El gobernador de Antioquia, Andrés Julián Rendón, y el alcalde de Medellín, Federico “Fico” Gutiérrez, protagonizan un nuevo enfrentamiento con el presidente Gustavo Petro por las obras pendientes en el departamento, especialmente en la zona de Urabá. Según los mandatarios locales, Petro ha fallado en cumplir sus promesas de inversión y ha dejado a Antioquia “tirada”, argumentando que las intervenciones más urgentes han sido asumidas por la Gobernación y la Alcaldía, sin apoyo real del Gobierno nacional.
Rendón destacó que la ejecución de proyectos como el Túnel del Toyo 1, casi terminando, y el Túnel del Toyo 2, con un avance del 60 %, ha sido impulsada con recursos locales, cuando considera que correspondería al Estado nacional asumir esa responsabilidad. Además, el gobernador aseguró que sus paisanos de Urabá están decepcionados con Petro, pues —asegura— el Presidente “les prometió el cielo y la luna y no les cumplió”.
Por su parte, Gutiérrez sostuvo que el Gobierno central ha ignorado proyectos vitales para la región, como la vía al mar y el acueducto del eje bananero, pese a que fueron anunciados en su momento por Petro. Criticó además que Petro plantea falsos dilemas entre la construcción de vías o soluciones de agua, argumentando que en sus años de mandato “no hizo ni lo uno ni lo otro”.

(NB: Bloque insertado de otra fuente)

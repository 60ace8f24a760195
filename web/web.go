// Package web serves kelvard's own pages from the same binary as the API:
// server-rendered HTML (html/template), SVG charts drawn on the server,
// and a style sheet embedded in the binary. Nothing is loaded from the
// network and no script runs in the browser.
//
// People sign in with an API token; the session is a signed cookie (see
// session.go). A viewer sees; a planner or an admin may also acknowledge
// and suppress findings and approve, schedule, complete and cancel work
// orders. Every store call runs under the token's
// principal (store.WithPrincipal), so a token limited to some sites sees
// only those sites on every page.
//
// The package does not import api, and api does not import it: main.go
// builds a Handler and gives it to the API server as its page handler
// (api.Config.Pages), which serves every path the API does not own.
package web

import (
	"context"
	"crypto/rand"
	"encoding/base64"
	"errors"
	"fmt"
	"html/template"
	"log/slog"
	"net/http"
	"slices"
	"strings"
	"time"

	"kelvard/store"
)

// Config tunes the pages.
type Config struct {
	// SecureCookies marks cookies Secure (and names the session cookie with
	// the __Host- prefix) even on plain HTTP requests: set it when TLS ends
	// at a proxy in front of kelvard. Requests that arrive over TLS get
	// Secure cookies anyway.
	SecureCookies bool
	// SessionKey signs session cookies and form tokens (at least 32
	// bytes). Replicas that share it accept each other's sessions; when
	// empty a random key is made, and sessions end when the process stops.
	SessionKey []byte
	// SessionTTL is how long a sign-in lasts (default 12 h).
	SessionTTL time.Duration
	// Log receives errors; nil discards them.
	Log *slog.Logger
}

// Handler serves the pages. It is an http.Handler and keeps no state
// between requests beyond its configuration and parsed templates.
type Handler struct {
	st    *store.Store
	cfg   Config
	log   *slog.Logger
	pages map[string]*template.Template
	mux   *http.ServeMux
	// handler is mux behind the cross-origin check and security headers.
	handler      http.Handler
	cssPath      string
	printCSSPath string
}

// MinSessionKey is the shortest session key New accepts.
const MinSessionKey = 32

// ParseSessionKey reads a session key written in base64 (standard or
// URL alphabet, padded or not), as the --session-key flag takes it; empty
// gives nil (New then makes a random key).
func ParseSessionKey(s string) ([]byte, error) {
	s = strings.TrimSpace(s)
	if s == "" {
		return nil, nil
	}
	for _, enc := range []*base64.Encoding{base64.StdEncoding, base64.RawStdEncoding, base64.URLEncoding, base64.RawURLEncoding} {
		if b, err := enc.DecodeString(s); err == nil {
			if len(b) < MinSessionKey {
				return nil, fmt.Errorf("session key: want at least %d bytes, got %d (make one with: head -c 32 /dev/urandom | base64)", MinSessionKey, len(b))
			}
			return b, nil
		}
	}
	return nil, errors.New("session key: not base64 (make one with: head -c 32 /dev/urandom | base64)")
}

// New builds the page handler over the store.
func New(st *store.Store, cfg Config) (*Handler, error) {
	if cfg.Log == nil {
		cfg.Log = slog.New(slog.DiscardHandler)
	}
	if cfg.SessionTTL <= 0 {
		cfg.SessionTTL = 12 * time.Hour
	}
	switch {
	case len(cfg.SessionKey) == 0:
		cfg.SessionKey = make([]byte, 32)
		if _, err := rand.Read(cfg.SessionKey); err != nil {
			return nil, fmt.Errorf("make session key: %w", err)
		}
		cfg.Log.Info("no session key given: page sessions end when this process stops and are not shared with other replicas; set KELVARD_SESSION_KEY to keep them")
	case len(cfg.SessionKey) < MinSessionKey:
		return nil, fmt.Errorf("session key: want at least %d bytes, got %d", MinSessionKey, len(cfg.SessionKey))
	}
	h := &Handler{st: st, cfg: cfg, log: cfg.Log, mux: http.NewServeMux()}
	var err error
	if h.pages, err = parsePages(); err != nil {
		return nil, err
	}
	if h.cssPath, err = assetPath("style.css"); err != nil {
		return nil, err
	}
	if h.printCSSPath, err = assetPath("print.css"); err != nil {
		return nil, err
	}
	h.routes()
	cop := http.NewCrossOriginProtection()
	cop.SetDenyHandler(http.HandlerFunc(func(w http.ResponseWriter, r *http.Request) {
		h.errorPage(w, r, http.StatusForbidden, "This form was sent from another site, so it was refused.")
	}))
	h.handler = h.headers(cop.Handler(h.mux))
	return h, nil
}

// ServeHTTP serves a page.
func (h *Handler) ServeHTTP(w http.ResponseWriter, r *http.Request) { h.handler.ServeHTTP(w, r) }

// navItem is one entry of the main navigation. A new page adds an entry
// here and a route in routes; the layout draws whatever the list holds.
type navItem struct {
	Key, Label, Path string
}

// navigation lists the main navigation in order.
func navigation() []navItem {
	return []navItem{
		{Key: "fleet", Label: "Fleet", Path: "/fleet"},
		{Key: "sites", Label: "Sites", Path: "/sites"},
		{Key: "findings", Label: "Findings", Path: "/findings"},
		{Key: "workorders", Label: "Work orders", Path: "/work-orders"},
		{Key: "forecast", Label: "Forecast", Path: "/forecast"},
		{Key: "reliability", Label: "Reliability", Path: "/reliability"},
		{Key: "settings", Label: "Settings", Path: "/settings"},
	}
}

// routes registers every page.
func (h *Handler) routes() {
	m := h.mux
	m.HandleFunc("GET /{$}", func(w http.ResponseWriter, r *http.Request) { http.Redirect(w, r, "/fleet", http.StatusSeeOther) })
	m.HandleFunc("GET /assets/{name}", h.asset)
	m.HandleFunc("GET /favicon.ico", h.favicon)
	m.HandleFunc("GET /signin", h.signinForm)
	m.HandleFunc("POST /signin", h.signin)
	m.HandleFunc("POST /signout", h.action(false, h.signout))

	m.HandleFunc("GET /fleet", h.page(h.fleet))
	m.HandleFunc("GET /sites", h.page(h.sites))
	m.HandleFunc("GET /sites/{id}", h.page(h.site))
	m.HandleFunc("GET /positions/{id}", h.page(h.position))
	m.HandleFunc("GET /drives/{id}", h.page(h.drive))
	m.HandleFunc("GET /findings", h.page(h.findings))
	m.HandleFunc("GET /findings/{id}", h.page(h.finding))
	m.HandleFunc("POST /findings/{id}/acknowledge", h.action(true, h.acknowledge))
	m.HandleFunc("POST /findings/{id}/suppress", h.action(true, h.suppress))
	m.HandleFunc("GET /work-orders", h.page(h.workOrders))
	m.HandleFunc("GET /work-orders/{id}", h.page(h.workOrder))
	m.HandleFunc("GET /work-orders/{id}/print", h.page(h.printWorkOrder))
	m.HandleFunc("POST /work-orders/{id}/approve", h.action(true, h.approveOrder))
	m.HandleFunc("POST /work-orders/{id}/schedule", h.action(true, h.scheduleOrder))
	m.HandleFunc("POST /work-orders/{id}/complete", h.action(true, h.completeOrder))
	m.HandleFunc("POST /work-orders/{id}/cancel", h.action(true, h.cancelOrder))
	m.HandleFunc("GET /forecast", h.page(h.forecast))
	m.HandleFunc("GET /reliability", h.page(h.reliability))
	m.HandleFunc("GET /settings", h.page(h.settings))
	m.HandleFunc("POST /settings", h.action(false, h.saveSettings))
	m.HandleFunc("/", func(w http.ResponseWriter, r *http.Request) {
		h.errorPage(w, r, http.StatusNotFound, "There is no page at this address.")
	})
}

// contentSecurityPolicy allows only kelvard's own style sheet and icon,
// forms posted back to kelvard, no scripts and no framing.
const contentSecurityPolicy = "default-src 'none'; style-src 'self'; img-src 'self'; form-action 'self'; " +
	"frame-ancestors 'none'; base-uri 'none'"

// headers sets the headers every page carries.
func (h *Handler) headers(next http.Handler) http.Handler {
	return http.HandlerFunc(func(w http.ResponseWriter, r *http.Request) {
		hd := w.Header()
		hd.Set("Content-Security-Policy", contentSecurityPolicy)
		hd.Set("X-Content-Type-Options", "nosniff")
		hd.Set("Referrer-Policy", "same-origin")
		hd.Set("X-Frame-Options", "DENY")
		hd.Set("Cache-Control", "no-store")
		next.ServeHTTP(w, r)
	})
}

// viewer is who is looking at a page: the token behind the session, the
// form token, and the display units.
type viewer struct {
	Token  store.Token
	CSRF   string
	Units  Units
	CanAct bool
}

type viewerKey struct{}

// viewerFrom returns the viewer the page or action wrapper put on ctx.
func viewerFrom(ctx context.Context) *viewer {
	v, _ := ctx.Value(viewerKey{}).(*viewer)
	return v
}

// canAct reports whether a role may change things on the pages: planner
// and admin (an ingest token posts readings and nothing else).
func canAct(r store.Role) bool {
	return slices.Contains([]store.Role{store.RolePlanner, store.RoleAdmin}, r)
}

// authenticate reads and checks the session cookie and returns the viewer
// with the request's context carrying the token's principal.
func (h *Handler) authenticate(r *http.Request) (*viewer, *http.Request, error) {
	c, err := r.Cookie(h.sessionCookieName(r))
	if err != nil {
		return nil, r, errBadSession
	}
	s, sum, err := parseSession(c.Value, h.st.Now())
	if err != nil {
		return nil, r, err
	}
	t, err := h.st.SessionToken(r.Context(), s.TokenID)
	if errors.Is(err, store.ErrUnauthenticated) {
		return nil, r, errBadSession
	}
	if err != nil {
		return nil, r, err
	}
	if !checkSession(h.cfg.SessionKey, s, sum, t.Hash) {
		return nil, r, errBadSession
	}
	if t.SessionsAfter != nil && s.IssuedAt.Before(*t.SessionsAfter) {
		return nil, r, errBadSession // signed out since
	}
	v := &viewer{Token: t, CSRF: csrfToken(h.cfg.SessionKey, s), CanAct: canAct(t.Role)}
	if uc, err := r.Cookie(unitsCookie); err == nil {
		v.Units = unitsFromCookie(uc.Value)
	}
	ctx := store.WithPrincipal(r.Context(), t.Principal())
	ctx = context.WithValue(ctx, viewerKey{}, v)
	return v, r.WithContext(ctx), nil
}

// page wraps a GET page: without a valid session the browser is sent to
// sign in and brought back afterwards.
func (h *Handler) page(fn func(http.ResponseWriter, *http.Request)) http.HandlerFunc {
	return func(w http.ResponseWriter, r *http.Request) {
		_, r2, err := h.authenticate(r)
		if errors.Is(err, errBadSession) {
			http.Redirect(w, r, "/signin?next="+urlQueryEscape(r.URL.RequestURI()), http.StatusSeeOther)
			return
		}
		if err != nil {
			h.serverError(w, r, err)
			return
		}
		fn(w, r2)
	}
}

// action wraps a form post: it needs a valid session and the session's
// form token, and with planner the planner or admin role.
func (h *Handler) action(planner bool, fn func(http.ResponseWriter, *http.Request)) http.HandlerFunc {
	return func(w http.ResponseWriter, r *http.Request) {
		r.Body = http.MaxBytesReader(w, r.Body, 64<<10)
		v, r2, err := h.authenticate(r)
		if errors.Is(err, errBadSession) {
			h.errorPage(w, r, http.StatusUnauthorized, "Your session has ended. Sign in again, then repeat what you were doing.")
			return
		}
		if err != nil {
			h.serverError(w, r, err)
			return
		}
		if err := r2.ParseForm(); err != nil {
			h.errorPage(w, r2, http.StatusBadRequest, "The form could not be read.")
			return
		}
		if !sameToken(r2.PostForm.Get("csrf"), v.CSRF) {
			h.errorPage(w, r2, http.StatusForbidden, "This form has expired or did not come from this page. Go back, reload the page and try again.")
			return
		}
		if planner && !v.CanAct {
			h.errorPage(w, r2, http.StatusForbidden, "Your token has the "+string(v.Token.Role)+" role; acting on findings and work orders needs the planner role.")
			return
		}
		fn(w, r2)
	}
}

Los líderes locales respondieron con dureza a las declaraciones del Presidente y acusaron su administración de “indisponer y sembrar cizaña”, en lugar de pactar soluciones reales para Antioquia. Según Gutiérrez, el Gobierno ha respondido con “insultos y recortes presupuestales” en lugar de respaldo financiero para avanzar en los proyectos que considera estratégicos para el departamento.
En el trasfondo, también se vislumbra una disputa política más amplia: Rendón ha advertido de un retorno de la “violencia política” y la “incitación al odio” por parte del Ejecutivo, sugiriendo que quienes no comparten su línea de pensamiento corren riesgo de persecución o ataques institucionales.
Asimismo, ambos han enfatizado que el progreso de Antioquia no se da gracias al gobierno de Petro, sino “a pesar de él”: según Rendón, su administración ha tenido que asumir cargas que deberían ser nacionales para sacar adelante infraestructuras clave.
En conjunto, este nuevo choque evidencia una fractura creciente entre el Ejecutivo nacional y las autoridades locales antioqueñas, con críticas sobre representatividad, cumplimiento de compromisos e inversión real en la región por parte del presidente Petro.